A mild, caky gingerbread cookie, devoured and requested all year long.

Ingredients

  • ½ cups Butter Or Margarine, Softened
  • ½ cups Packed Brown Sugar
  • ⅔ cups Molasses (unsulphured)
  • 1-½ teaspoon Baking Soda
  • ½ teaspoons Salt
  • ½ teaspoons Ground Nutmeg
  • ½ teaspoons Ground Allspice
  • ½ teaspoons Ground Cinnamon
  • ½ teaspoons Ground Cloves
  • ½ teaspoons Ground Ginger
  • 1 teaspoon Vanilla Extract
  • 2 whole Large Eggs
  • 4-½ cups All Purpose Flour (approximately)

Preparation

1. Into a large bowl, cream butter with sugar. Add molasses, baking soda, salt, nutmeg, allspice, cinnamon, cloves, ginger, and vanilla. Add eggs one at a time. Slowly add 1 ½ cups flour. With mixer at low speed, beat ingredients until just mixed, constantly scraping down the bowl with a rubber spatula. Increase speed to medium; beat for 2 minutes, occasionally scraping the bowl. With a wooden spoon, stir in about 3 cups flour to make a stiff dough. (If using a stand mixer, mix on low and add flour ½ cup at a time.) Shape dough into a ball; wrap with plastic wrap. Refrigerate for at least 1 hour, or up to 2 days.

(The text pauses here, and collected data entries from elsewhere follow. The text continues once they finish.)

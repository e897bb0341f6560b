#include "config/stream_options.h"

namespace plumbline {
namespace {

bool Refuse(std::string* why, std::string message) {
  if (why) *why = std::move(message);
  return false;
}

// The text between braces at `open` ("" when unclosed), and where it ends.
std::string_view Placeholder(std::string_view text, std::size_t open,
                             std::size_t* close) {
  *close = text.find('}', open);
  if (*close == std::string_view::npos) return {};
  return text.substr(open + 1, *close - open - 1);
}

bool ValidPlaceholder(std::string_view name) {
  return name == "topic" || (name.size() == 1 && name[0] >= '1' && name[0] <= '9');
}

}  // namespace

bool KafkaInputOptions::IsValid(std::string* why) const {
  if (!enabled()) return true;
  if (topic.empty()) return Refuse(why, "topic must name the readings topic");
  if (group.empty()) return Refuse(why, "group must name the consumer group");
  if (state_topic.empty() == state_directory.empty()) {
    return Refuse(why,
                  "state_topic or state_directory must say where partition state lives "
                  "(one of them)");
  }
  if (checkpoint_every < 100 * 1000 || checkpoint_every > kMicrosPerHour) {
    return Refuse(why, "checkpoint_every must be in [100ms, 1h]");
  }
  if (session_timeout < kMicrosPerSecond || session_timeout > 5 * kMicrosPerMinute) {
    return Refuse(why, "session_timeout must be in [1s, 5m]");
  }
  return true;
}

bool MqttInputOptions::IsValid(std::string* why) const {
  if (!enabled()) return true;
  if (port < 1 || port > 65535) return Refuse(why, "port must be in [1, 65535]");
  if (topics.empty()) return Refuse(why, "topics must list at least one topic filter");
  for (const std::string& filter : topics) {
    if (filter.empty()) return Refuse(why, "topics must not hold an empty filter");
  }
  if (series.empty())
    return Refuse(why, "series must be a name template such as {topic}");
  for (std::size_t at = series.find('{'); at != std::string::npos;
       at = series.find('{', at + 1)) {
    std::size_t close = 0;
    if (!ValidPlaceholder(Placeholder(series, at, &close))) {
      return Refuse(why, "series may hold only {topic} and {1}..{9} in braces");
    }
  }
  if (keepalive < 5 * kMicrosPerSecond || keepalive > kMicrosPerHour) {
    return Refuse(why, "keepalive must be in [5s, 1h]");
  }
  if (backoff <= 0) return Refuse(why, "backoff must be positive");
  if (backoff_max < backoff) return Refuse(why, "backoff_max must be at least backoff");
  return true;
}

bool KafkaSinkOptions::IsValid(std::string* why) const {
  if (enabled() && topic.empty()) return Refuse(why, "topic must name the alerts topic");
  return true;
}

std::string SeriesFromTopic(std::string_view series_template, std::string_view topic) {
  std::vector<std::string_view> levels;
  for (std::size_t begin = 0;;) {
    const std::size_t slash = topic.find('/', begin);
    levels.push_back(topic.substr(begin, slash - begin));
    if (slash == std::string_view::npos) break;
    begin = slash + 1;
  }
  std::string out;
  for (std::size_t at = 0; at < series_template.size();) {
    if (series_template[at] != '{') {
      out += series_template[at++];
      continue;
    }
    std::size_t close = 0;
    const std::string_view name = Placeholder(series_template, at, &close);
    if (name == "topic") {
      out += topic;
    } else {
      const std::size_t level = static_cast<std::size_t>(name[0] - '0');
      if (level > levels.size() || levels[level - 1].empty()) return {};
      out += levels[level - 1];
    }
    at = close + 1;
  }
  return out;
}

}  // namespace plumbline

2. Preheat oven to 350ºF. On a lightly floured surface, roll out half the dough 1/4 to 1/8 of an inch thick (or thicker for more cake-like cookies).

3. With desired cookie cutter, cut out as many cookies as possible. Place about ½ inch apart on a large ungreased cookie sheet.

4. Bake cookies for 12 minutes or until edges are firm (9 to 10 minutes in my oven). Remove from cookie sheet to wire racks to cool. Repeat with remaining dough and trimmings.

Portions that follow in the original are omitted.